> _Task objective_:
For the string "pytest", state the number of lines in the data that contain it, and nothing else.

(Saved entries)
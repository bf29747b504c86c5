"""Controls: what toggles call, what errors show, what closing leaves."""

import threading
import time
from collections.abc import Iterator
from typing import Any

import ipywidgets
import pytest
from IPython.core.interactiveshell import InteractiveShell

from preflight_magic.model import Difference, Log
from preflight_magic.present import registry, widgets
from preflight_magic.present.widgets import Controller
from tests.present.fakes import FakeReport, FakeSeries


class FakeKernel:
    """Knows which cell runs."""

    def __init__(self) -> None:
        self.cell: str | None = None
        self.run = ""

    def get_parent(self) -> dict[str, Any]:
        metadata = {"cellId": self.cell} if self.cell else {}
        return {"metadata": metadata, "header": {"msg_id": self.run}}


class FakeShell:
    """A shell with a kernel."""

    def __init__(self) -> None:
        self.kernel = FakeKernel()


class Handle:
    """A displayed bundle that can be drawn anew."""

    def __init__(self, bundle: dict[str, Any]) -> None:
        self.drawn = [bundle]

    def update(self, bundle: dict[str, Any], raw: bool) -> None:
        assert raw
        self.drawn.append(bundle)


@pytest.fixture
def displayed(monkeypatch: pytest.MonkeyPatch) -> Iterator[list[Handle]]:
    made: list[Handle] = []

    def display(bundle: dict[str, Any], raw: bool, display_id: bool = False) -> Handle | None:
        assert raw
        made.append(Handle(bundle))
        return made[-1] if display_id else None

    monkeypatch.setattr("IPython.display.display", display)
    yield made
    registry.close_all()


@pytest.fixture
def kernel(monkeypatch: pytest.MonkeyPatch) -> FakeKernel:
    shell = FakeShell()
    monkeypatch.setattr("IPython.get_ipython", lambda: shell)
    return shell.kernel


def boxes(controller: Controller) -> list[ipywidgets.Checkbox]:
    return [w for w in controller._steps.children if isinstance(w, ipywidgets.Checkbox)]


def alive() -> set[str]:
    return set(ipywidgets.widget._instances) if hasattr(ipywidgets, "widget") else set()


def test_card_is_plain_html_and_controls_are_blank_elsewhere(displayed: list[Handle]) -> None:
    controller = Controller(FakeSeries())
    controller.show()
    top, controls, rest = (handle.drawn[0] for handle in displayed)
    assert set(top) == set(rest) == {"text/html", "text/plain"}
    assert "passengers" in top["text/html"]
    assert "log → difference 12" in top["text/plain"]
    assert "<img" in rest["text/html"]
    assert "application/vnd.jupyter.widget-view+json" in controls
    assert controls["text/html"].strip() == controls["text/plain"].strip() == ""


def test_switching_a_step_off_and_on(displayed: list[Handle]) -> None:
    view = FakeSeries()
    controller = Controller(view)
    controller.show()
    switch = boxes(controller)[1]
    assert switch.description == "difference 12"
    assert "12 months before" in switch.tooltip
    switch.value = False
    assert view.calls == [("leave_out", Difference(12))]
    assert controller.view.plan.steps == (Log(), Difference(1))
    for handle in (displayed[0], displayed[2]):
        assert len(handle.drawn) == 2
        assert handle.drawn[0] != handle.drawn[1]
    assert "difference 12 (left out)" in displayed[0].drawn[1]["text/plain"]
    switch.value = True
    assert controller.view.plan == view.plan
    assert len(view.calls) == 1, "a card that was made is kept"
    assert displayed[2].drawn[2] == displayed[2].drawn[0]


def test_putting_in_what_was_left_out(displayed: list[Handle]) -> None:
    view = FakeSeries()
    left = view.leave_out(Difference(12))
    controller = Controller(left)
    controller.show()
    switch = next(b for b in boxes(controller) if b.description == "difference 12")
    assert switch.value is False
    switch.value = True
    assert view.calls[-1] == ("put_in", Difference(12))
    assert controller.view.plan == view.plan


def test_back_to_the_recommendation(displayed: list[Handle]) -> None:
    controller = Controller(FakeSeries())
    controller.show()
    assert controller._back.disabled
    for box in boxes(controller):
        box.value = False
    assert controller.view.plan.steps == ()
    assert not controller._back.disabled
    controller._back.click()
    assert controller.view.plan == controller.view.recommended
    assert all(box.value for box in boxes(controller))
    assert controller._back.disabled


@pytest.mark.parametrize("error", [ValueError("A plan <cannot> do this."), RuntimeError("broken"), KeyboardInterrupt()])
def test_errors_are_shown_and_the_card_stays(displayed: list[Handle], error: BaseException) -> None:
    view = FakeSeries(failing={"leave_out": error})
    controller = Controller(view)
    controller.show()
    switch = boxes(controller)[0]
    switch.value = False
    told = controller._message.value
    expected = {
        "ValueError": "A plan &lt;cannot&gt; do this.",
        "RuntimeError": "RuntimeError: broken",
        "KeyboardInterrupt": "Stopped",
    }
    assert expected[type(error).__name__] in told
    assert switch.value is True, "the switch tells what is shown"
    assert len(displayed[0].drawn) == 1
    view.failing.clear()
    switch.value = False
    assert controller._message.value == ""
    assert len(displayed[0].drawn) == 2


class SlowSeries(FakeSeries):
    """Takes its time to be examined again."""

    def leave_out(self, step: Any) -> FakeSeries:
        time.sleep(0.02)
        return super().leave_out(step)


def test_fast_clicks_from_several_threads_end_in_the_last_state(displayed: list[Handle]) -> None:
    controller = Controller(SlowSeries())
    controller.show()
    switches = boxes(controller)

    def click(box: ipywidgets.Checkbox, states: list[bool]) -> None:
        for state in states:
            box.value = state
            time.sleep(0.001)

    wanted = [[False, True, False], [False, True], [False]]
    threads = [threading.Thread(target=click, args=pair) for pair in zip(switches, wanted, strict=False)]
    for thread in threads:
        thread.start()
    for thread in threads:
        thread.join(timeout=20)
    assert [box.value for box in switches[:3]] == [False, True, False]
    assert controller.view.plan.steps == (Difference(12),)
    assert controller._message.value == ""


def test_selecting_a_series(displayed: list[Handle]) -> None:
    report = FakeReport(FakeSeries(), FakeSeries(name="freight"), FakeSeries(name="<b>fuel</b>"))
    controller = Controller(report)
    controller.show()
    assert "3 series" in displayed[0].drawn[0]["text/plain"]
    choice = controller._choice
    assert [label for label, _ in choice.options] == ["passengers", "freight", "<b>fuel</b>"]
    before = boxes(controller)
    choice.value = 1
    assert controller.view.name == "freight"
    assert "freight" in displayed[2].drawn[-1]["text/html"]
    assert all(box.comm is None for box in before), "controls of the last series are closed"
    choice.value = 2
    assert "&lt;b&gt;fuel&lt;/b&gt;" in displayed[2].drawn[-1]["text/html"]


def test_finding_a_series_among_many(displayed: list[Handle]) -> None:
    controller = Controller(FakeReport(*(FakeSeries(name=f"berth {i}") for i in range(250))))
    controller.show()
    assert len(controller._choice.options) == widgets.SHOWN_NAMES
    controller._find.value = "berth 249"
    assert controller._choice.options == (("berth 249", 249),)
    assert controller.view.name == "berth 249"
    controller._find.value = "nowhere"
    assert "No series" in controller._message.value
    assert controller.view.name == "berth 249"


def test_every_control_has_words(displayed: list[Handle]) -> None:
    controller = Controller(FakeReport(FakeSeries(), FakeSeries(name="freight")))
    for widget in [*boxes(controller), controller._back, controller._choice]:
        assert widget.description
        assert widget.tooltip
        assert any(name.startswith("pfm-") for name in widget._dom_classes)


def test_closing_leaves_no_widget(displayed: list[Handle]) -> None:
    from ipywidgets.widgets import widget

    before = set(widget._instances)
    controller = Controller(FakeReport(FakeSeries(), FakeSeries(name="freight")))
    controller.show()
    controller._choice.value = 1
    boxes(controller)[0].value = False
    assert len(set(widget._instances) - before) > 8
    controller.close()
    assert set(widget._instances) - before == set()
    controller.close()


def test_running_a_cell_again_closes_its_last_controls(displayed: list[Handle], kernel: FakeKernel) -> None:
    from ipywidgets.widgets import widget

    registry.close_all()
    before = set(widget._instances)
    kernel.cell, kernel.run = "cell-1", "run-1"
    widgets.show(FakeSeries())
    once = len(set(widget._instances) - before)
    widgets.show(FakeSeries())
    assert len(set(widget._instances) - before) == 2 * once, "two cards of one run live side by side"
    for run in range(2, 6):
        kernel.run = f"run-{run}"
        widgets.show(FakeSeries())
    assert len(set(widget._instances) - before) == once
    kernel.cell, kernel.run = "cell-2", "run-9"
    widgets.show(FakeSeries())
    assert len(set(widget._instances) - before) == 2 * once


def test_cells_without_identity_are_bounded(
    displayed: list[Handle], kernel: FakeKernel, monkeypatch: pytest.MonkeyPatch
) -> None:
    monkeypatch.setattr(registry, "KEPT", 4)
    registry.close_all()
    made = [widgets.show(FakeSeries()) for _ in range(registry.KEPT + 2)]
    closed = [one._closed for one in made if one is not None]
    assert closed == [True] * 2 + [False] * registry.KEPT


def test_terminal_shows_text(monkeypatch: pytest.MonkeyPatch, capsys: pytest.CaptureFixture[str]) -> None:
    shell = InteractiveShell.instance()
    monkeypatch.setattr("IPython.get_ipython", lambda: shell)
    assert widgets.show(FakeSeries()) is None
    told = capsys.readouterr().out
    assert "◆ transform" in told
    assert "<" not in told.replace("< 0.001", "")
    InteractiveShell.clear_instance()


def test_bundle_without_controls() -> None:
    one = widgets.bundle(FakeReport(FakeSeries()))
    assert "passengers" in one["text/html"]
    assert "Is the time index regular" in one["text/plain"]
    many = widgets.bundle(FakeReport(FakeSeries(), FakeSeries(name="freight")))
    assert "2 series" in many["text/html"]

> _Answer space_:
8